## Instructions to follow
Give the lines below again exactly, starting with the line that holds "import seedrandom from 'seedrandom';" and going on through the line that holds "are read in".

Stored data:
################
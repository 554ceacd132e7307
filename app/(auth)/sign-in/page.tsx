import { Suspense } from 'react';
import Link from 'next/link';
import { SignInForm } from '@/components/forms/sign-in-form';

export const metadata = { title: 'Sign in' };

export default function SignInPage() {
  return (
    <>
      <h1 className="text-xl font-semibold">Sign in</h1>
      <p className="mb-4 mt-1 text-sm text-ink-soft">Use the e-mail and password of your Outturn account.</p>
      <Suspense>
        <SignInForm />
      </Suspense>
      <p className="mt-3 text-sm">
        <Link href="/forgot-password" className="text-cost underline">
          Forgot your password?
        </Link>
      </p>
      <p className="mt-4 text-sm text-ink-soft">
        New here?{' '}
        <Link href="/sign-up" className="text-cost underline">
          Create an organisation
        </Link>
      </p>
    </>
  );
}
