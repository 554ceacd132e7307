// The 128-bit key of a run, derived from the user's seed with seedrandom (ARC4-based, so any
// number or string seeds it reproducibly). All per-block streams derive from this key.

import seedrandom from 'seedrandom';

export function runKeyFromSeed(seed: number | string): Uint32Array {
  const prng = seedrandom(`outturn:${String(seed)}`);
  const key = new Uint32Array(4);
  for (let i = 0; i < 4; i++) key[i] = prng.int32() >>> 0;
  return key;
}
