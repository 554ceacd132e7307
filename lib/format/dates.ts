// Dates and times in one style: "19 Nov 2027", and "19 Nov 2027, 14:05 UTC" when the time
// matters. Times are in UTC with the zone named: the page, the PDF and the mail are read in
// different places, and a time with an unnamed zone would disagree between them.
import { LOCALE } from './locale';

const dayFormat = new Intl.DateTimeFormat(LOCALE, {
  day: 'numeric',
  month: 'short',
  year: 'numeric',
  timeZone: 'UTC',
});
const timeFormat = new Intl.DateTimeFormat(LOCALE, { hour: '2-digit', minute: '2-digit', timeZone: 'UTC' });

/** A calendar day ("2027-11-19") or an instant, read in UTC. */
function toDate(value: string | Date): Date {
  if (value instanceof Date) return value;
  return new Date(/^\d{4}-\d{2}-\d{2}$/.test(value) ? `${value}T00:00:00Z` : value);
}

/** "19 Nov 2027". */
export function formatDate(value: string | Date): string {
  return dayFormat.format(toDate(value));
}

/** "19 Nov 2027, 14:05 UTC". */
export function formatDateTime(value: string | Date): string {
  const d = toDate(value);
  return `${dayFormat.format(d)}, ${timeFormat.format(d)} UTC`;
}
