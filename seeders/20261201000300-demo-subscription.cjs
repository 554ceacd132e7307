'use strict';
// The demo organisation pays for 5 seats (it has 2 paid members: its owner and estimator),
// 10 days into a 30-day period, with its first invoice paid. The ids match the objects that
// the local payment fake (scripts/fakes/payments.ts) holds from its start.
const { QueryTypes } = require('sequelize');
const { ORGANIZATION } = require('./data/demo-accounts.cjs');
const DEMO = require('./data/demo-billing.json');

const DAY = 24 * 3600 * 1000;
const UNIT_AMOUNT = 4900;

module.exports = {
  async up(queryInterface) {
    const now = new Date();
    const periodStart = new Date(now.getTime() - 10 * DAY);
    const periodEnd = new Date(periodStart.getTime() + 30 * DAY);
    await queryInterface.sequelize.transaction(async (transaction) => {
      const [org] = await queryInterface.sequelize.query(
        'SELECT id FROM Organizations WHERE name = ? ORDER BY id LIMIT 1',
        { replacements: [ORGANIZATION], type: QueryTypes.SELECT, transaction },
      );
      if (!org) return;
      await queryInterface.bulkInsert(
        'Subscriptions',
        [
          {
            organizationId: org.id,
            status: 'active',
            seats: DEMO.seats,
            unitAmount: UNIT_AMOUNT,
            currency: 'eur',
            stripeCustomerId: DEMO.customer,
            stripeSubscriptionId: DEMO.subscription,
            trialEndsAt: null,
            currentPeriodEnd: periodEnd,
            cancelAtPeriodEnd: false,
            endedAt: null,
            createdAt: periodStart,
            updatedAt: now,
          },
        ],
        { transaction },
      );
      await queryInterface.bulkInsert(
        'Invoices',
        [
          {
            organizationId: org.id,
            stripeInvoiceId: DEMO.invoice,
            number: 'FAKE-00001',
            status: 'paid',
            billingReason: 'subscription_create',
            total: UNIT_AMOUNT * DEMO.seats,
            amountPaid: UNIT_AMOUNT * DEMO.seats,
            currency: 'eur',
            periodStart,
            periodEnd,
            issuedAt: periodStart,
            paidAt: periodStart,
            createdAt: periodStart,
            updatedAt: now,
          },
        ],
        { transaction },
      );
    });
  },

  async down(queryInterface) {
    await queryInterface.bulkDelete('Invoices', { stripeInvoiceId: DEMO.invoice });
    await queryInterface.bulkDelete('Subscriptions', { stripeSubscriptionId: DEMO.subscription });
  },
};
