// The one locale every figure is written in: the product speaks British English to every
// project, so dates read "19 Nov 2027" and numbers "1,234.5" on every screen, in the PDF and in
// every mail. Changing the locale here changes it everywhere.
export const LOCALE = 'en-GB';

/** The true minus sign (U+2212), wider than the hyphen and aligned with the plus. */
export const MINUS = '\u2212';

/**
 * A figure's sign in front of its unsigned text, never "−0": a value that rounds to zero in the
 * shown digits is shown unsigned. `plus` writes "+" for positives (changes), else nothing.
 */
export function signed(value: number, unsignedText: string, plus = false): string {
  if (!/[1-9]/.test(unsignedText)) return unsignedText;
  if (value < 0) return `${MINUS}${unsignedText}`;
  return plus && value > 0 ? `+${unsignedText}` : unsignedText;
}
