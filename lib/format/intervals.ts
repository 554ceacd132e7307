// Intervals ("95 % interval") in one style: "€25.1m – €25.6m", and once only when both ends
// read the same in the shown digits ("20 Mar 2030 (exact)"), as happens when every iteration
// gave the same figure.

/** Both ends written with `format`, or the one figure with "(exact)" when they read the same. */
export function formatInterval(low: number, high: number, format: (v: number) => string): string {
  const a = format(low);
  const b = format(high);
  return a === b ? `${a} (exact)` : `${a} – ${b}`;
}
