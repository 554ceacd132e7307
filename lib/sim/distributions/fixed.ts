/**
 * Fixed (degenerate) distribution at `value`.
 *
 *   F(x) = 0 for x < v, 1 for x ≥ v;   Q(u) = v;   E = v;   Var = 0.
 */

import { type DistLocation, requireFinite } from './checks';
import type { Distribution } from './types';

export interface FixedParams {
  value: number;
}

export function createFixed(p: FixedParams, at: DistLocation): Distribution {
  requireFinite(at, 'value', p.value);
  const v = p.value;
  return {
    kind: 'fixed',
    mean: v,
    variance: 0,
    base: v,
    support: [v, v],
    degenerate: true,
    quantile: () => v,
    cdf: (x) => (x < v ? 0 : 1),
    quantileInto(_u, out, n) {
      out.fill(v, 0, n);
    },
  };
}
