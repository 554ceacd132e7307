// The one place for figures: every screen, the brief's PDF and the mails write numbers, money,
// percentages, dates and intervals through these functions, so each reads the same everywhere.
export { LOCALE, MINUS, signed } from './locale';
export {
  formatChange,
  formatCount,
  formatDays,
  formatMoney,
  formatMoneyExact,
  formatMoneyShort,
  formatNumber,
  formatPercent,
  formatSignedPercent,
} from './numbers';
export { formatDate, formatDateTime } from './dates';
export { formatInterval } from './intervals';
export { distText, fieldWords, valueText, type ValueKind } from './values';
################
## Answer below
import seedrandom from 'seedrandom';

export function runKeyFromSeed(seed: number | string): Uint32Array {
  const prng = seedrandom(`outturn:${String(seed)}`);
  const key = new Uint32Array(4);
  for (let i = 0; i < 4; i++) key[i] = prng.int32() >>> 0;
  return key;
}
repository 554ceacd132e7307
filename lib/format/dates.ts
// Dates and times in one style: "19 Nov 2027", and "19 Nov 2027, 14:05 UTC" when the time
// matters. Times are in UTC with the zone named: the page, the PDF and the mail are read in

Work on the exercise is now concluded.